In her talk "Interior and Exterior Territories: Moving Images in the War Journal as Modes of Inscription", Bettina Malcomess (King's College London) shed light on British colonial films and photography from a decidedly subjective perspective. She described the "competing textualities" of archival material from colonial South Africa (including 16mm-films, photographic accounts, and journal entries of high-ranking British officers) that demand scholarly practices of mapping by tracing its discourse.
However, it is not only the material itself that creates a distinct outlook on mapping, as became clear in the screening of KAR SIGNALS: A FILM OF ROUTINE IN REMOTE PLACES (GB, 1936) by Robert Kingston Davies. As the viewer follows the "making" of a map for military use through heliographic posts, they are permanently reminded of the volatility inherent in cinematic mapping. We follow the infrastructure of the Anglo-Boer War, travelling from post to post, and movement of light through filmic space, while enjoying the establishing and failing "technocratic organization of space."
Also taking a post-colonial perspective on film, Erica Carter (King's College London, senior fellow at Cinepoetics) ventured into different realms in her talk "Film Experience as Embodied Mapping – Expats on Tour in the Empire." Relating to Paul Gilroy's concept of the 'Black Atlantic,' which describes slave ships crossing the Atlantic as a chronotope of a micropolitical system in motion, Carter analyzed socio-cultural as well as historical implications of film in building a white British colonial identity. A so-called 'White Atlantic' would consider film relations between Hollywood films, British productions, and newsreels in the context of perpetual migration between the colonies – including film projections during ship travel.
Thus, Carter outlined a 'histoire croisée' (Zimmermann/Werner) that consists of dislocation and mobility, class anxiety, racialized imagery of nation, and imperial nostalgia in post-war Britain. Films become spatializing practices in the sense of Michel de Certeau: they function as 'white entertainment' that unfolds in these dynamic relations of migration and the crisis of racial and national identity.
In their shared presentation, Christine Lötscher and Daniel Illger (both senior fellows at Cinepoetics) analyzed the spatial techniques of world making in the fantasy genre. "Navigating by the Stars – Restless Spaces and Endless Time in 'Posthuman' Fantasy" focused on the 'fallen world' that is often the foundation spatiality in this genre. As this notion of the 'fallen world' stems from a crisis of humanity, these spaces are not fixed but shifting landscapes in time. The poetic act of world making is rather to be understood as an act of 'assemblage,' following Deleuze/Guattari.

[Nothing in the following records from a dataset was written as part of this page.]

// Screenshots of every screen on a phone (390x844) and a desktop (1280x800) viewport, written
// to web/artefacts/ (not committed) for a person to look at; and the layout checks that go
// with them: the board fits, the navigation is a bottom bar on the phone and a rail on the
// desktop, and nothing is wider than the viewport.

import { test } from 'node:test';
import assert from 'node:assert/strict';
import {
  DESKTOP,
  PHONE,
  addFromLibrary,
  artefact,
  geometry,
  librarySet,
  open,
  settled,
  tap,
  useBrowser,
  openSettings,
} from './support.mjs';

const CLUB = librarySet('fours-freestyle-club');

const env = useBrowser();

async function layout(page, board, name, viewport) {
  const g = await geometry(page, board);
  assert.ok(g.left >= 0 && g.left + g.width <= viewport.width + 0.5, `${name}: the board fits across`);
  assert.ok(g.width >= Math.min(330, viewport.width - 60), `${name}: the board is large (${g.width} px)`);
  assert.equal(g.backingWidth, Math.round(g.width * viewport.dpr), `${name}: crisp at ratio ${viewport.dpr}`);
  const wide = await page.evaluate(() => document.documentElement.scrollWidth);
  assert.ok(wide <= viewport.width, `${name}: nothing is wider than the screen (${wide})`);
}

for (const [label, viewport] of [['phone', PHONE], ['desktop', DESKTOP]]) {
  test(`every screen on a ${label} (${viewport.width}x${viewport.height}), as screenshots`, async () => {
    const { page, context, errors } = await open(env.browser, env.server.url, viewport);
    const rail = await page.$eval('.rail', (r) => r.getBoundingClientRect().toJSON());
    if (label === 'phone') {
      assert.ok(rail.bottom >= viewport.height - 1 && rail.height < 120, 'a bar along the bottom');
    } else {
      assert.ok(rail.left === 0 && rail.height >= viewport.height - 1 && rail.width < 150, 'a rail on the left');
    }
    await artefact(page, `${label}-tonight-empty`);

    await addFromLibrary(page, CLUB.title);
    await layout(page, 'tonight-board', 'Tonight', viewport);
    await artefact(page, `${label}-tonight-puzzle`);
    const p = CLUB.puzzles[0];
    await tap(page, 'tonight-board', p.solution.line[0], { touch: viewport.touch });
    if (viewport.touch) await tap(page, 'tonight-board', p.solution.line[0], { touch: true });
    await settled(page, 'tonight-board', 2);
    await page.click('#tonight-play [data-act="hint"]');
    await page.click('#tonight-play [data-act="hint"]');
    await artefact(page, `${label}-tonight-hint`);
    await page.click('#tonight-marks li:nth-child(2) button');
    await tap(page, 'tonight-board', 'a1', { touch: viewport.touch });
    if (viewport.touch) await tap(page, 'tonight-board', 'a1', { touch: true });
    await page.waitForSelector('#tonight-board[data-state="failed"][data-pending="0"]');
    await artefact(page, `${label}-tonight-wrong`);
    await page.click('#tonight-back');
    await artefact(page, `${label}-tonight-sets`);
    await page.click('#tonight-sets button.primary');
    await page.click(`#tonight-marks li:nth-child(${CLUB.puzzles.length}) button`);
    await page.click('#tonight-play [data-act="next"]');
    await page.click('#finish-anyway');
    await page.fill('#student-name', 'Tomas Reyes');
    await artefact(page, `${label}-tonight-summary`);

    await page.click('[data-go="drill"]');
    await artefact(page, `${label}-drill-waiting`);
    await page.waitForSelector('#drill-board[data-mode="puzzle"]', { timeout: 60000 });
    await layout(page, 'drill-board', 'Drill', viewport);
    await artefact(page, `${label}-drill`);

    await page.click('[data-go="study"]');
    await page.fill('#study-moves', 'h8 h9 i8 i9 g8 j10 f7 e6');
    await page.click('#study-setup');
    await page.click('[data-ask="vcf"]');
    await page.waitForFunction(() => document.getElementById('study').dataset.busy === 'false' &&
      document.getElementById('study-answer').childElementCount > 0);
    if (await page.isVisible('#study-stepper')) {
      await page.click('#study-next');
      await page.click('#study-next');
    }
    await layout(page, 'study-board', 'Study board', viewport);
    await artefact(page, `${label}-study`);
    await artefact(page, `${label}-study-full`, { fullPage: true });

    await openSettings(page);
    await artefact(page, `${label}-settings`);
    assert.deepEqual(errors, []);
    await context.close();
  });
}
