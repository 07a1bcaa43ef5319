//! Grading a player's moves in a puzzle, live.
//!
//! A [`Session`] holds the position as it stands. [`Session::play`] takes the player's move and
//! answers with a [`Grade`]: the move is illegal (and nothing changes), wrong (with the
//! refutation and one sentence of why), accepted (and the opponent's reply, the one that resists
//! longest, is already on the board) or the puzzle is solved. Any move that keeps a proved
//! forced win is accepted, not only the stored one; in a defence puzzle any move after which
//! the opponent has no forced win is.

use super::{capitalised, Goal, Puzzle, Theme};
use crate::board::{threat, Board, Stone};
use crate::geometry::Point;
use crate::rules::Forbidden;
use crate::search::{Mode, Solver, SolverConfig, Verdict};

/// The node budget of one grading search: what a phone answers within a frame or two for
/// nearly every move (see engine/benches/README.md for the measured latencies).
pub const NODE_LIMIT: u64 = 50_000;

/// Nodes the VCF questions inside one grading search may use together.
pub const VCF_SPEND_LIMIT: u64 = 150_000;

/// How many defender replies a refutation tries before it settles for the plain answer.
const REFUTATION_TRIES: usize = 8;

/// The solver settings moves are graded with, in the browser and in the tests that stand for
/// it: 12 + 4 MB of tables, [`NODE_LIMIT`] nodes per search and [`VCF_SPEND_LIMIT`] for the
/// VCF questions inside one.
pub fn solver_config() -> SolverConfig {
    SolverConfig {
        table_megabytes: 12,
        vcf_table_megabytes: 4,
        node_limit: NODE_LIMIT,
        vcf_spend_limit: Some(VCF_SPEND_LIMIT),
        ..SolverConfig::default()
    }
}

/// The answer to one move.
#[derive(Clone, Debug, PartialEq, Eq)]
pub enum Grade {
    /// The move is good; the opponent's reply (already played) and a note for the player.
    Accepted {
        /// The opponent's reply.
        reply: Point,
        /// Plain words about the reply, e.g. "White blocks at g8."
        note: String,
    },
    /// The puzzle is solved.
    Solved {
        /// Plain words, e.g. "Five in a row."
        note: String,
    },
    /// The move is wrong. The refutation starts with the opponent's answer.
    Wrong {
        /// The opponent's moves that refute it, to be shown one by one.
        refutation: Vec<Point>,
        /// One sentence of why.
        reason: String,
    },
    /// The move is not allowed; nothing changed.
    Illegal {
        /// Why, in plain words.
        reason: String,
    },
    /// The puzzle is over (solved or failed): undo or retry first.
    Finished,
}

/// Where a session stands.
#[derive(Clone, Copy, PartialEq, Eq, Debug)]
pub enum State {
    /// The player is to move.
    Playing,
    /// Solved.
    Solved,
    /// The last move was wrong; its refutation is on the board.
    Failed,
}

/// One of the three hint steps.
#[derive(Clone, Debug, PartialEq, Eq)]
pub enum Hint {
    /// The theme and the length, in words.
    Theme(String),
    /// The area of the key move: the corners of a square of points, inclusive.
    Area {
        /// Lower-left corner.
        from: Point,
        /// Upper-right corner.
        to: Point,
    },
    /// The move itself.
    Move(Point),
}

/// A puzzle being played.
#[derive(Clone, Debug)]
pub struct Session {
    puzzle: Puzzle,
    /// The position at the start, which the solver is told the moves since (see
    /// [`Solver::set_history`]).
    start: Board,
    board: Board,
    to_move: Stone,
    /// Every move on the board since the start, with its colour, and how many of them belong
    /// to each of the player's turns (so that undo takes back a whole turn).
    history: Vec<(Point, Stone)>,
    turns: Vec<usize>,
    state: State,
    /// Whether the answer key may settle a move the grading budget cannot decide (see
    /// [`Session::trust_key`]).
    trusted: bool,
}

Lötscher strikingly illustrated this concept in her analysis of Jeff VanderMeer's 2017 novel "Borne." As this text builds on post-human notions of world making, it cannot free itself from finding a decidedly human perspective in its language. This tension leads to the inherent genre poetics of 'New Weird' literature. Yet again, analyses must rely on the plurality of space, and on space as practice. In a similar way, Daniel Illger presented "a cursed world that has to be redeemed" in the video game "Dark Souls 3." Its complex level design that equally focuses on the vertical as well as the horizontal axis can never be fully understood by the player. Illger described the gaming experience as "blissful frustration," considering both the difficulty and lack of orientation for the player. Thus, it alludes to Ruskin's theory of the gothic in the longing for evermore stories, which is at the same time melancholic and depressing.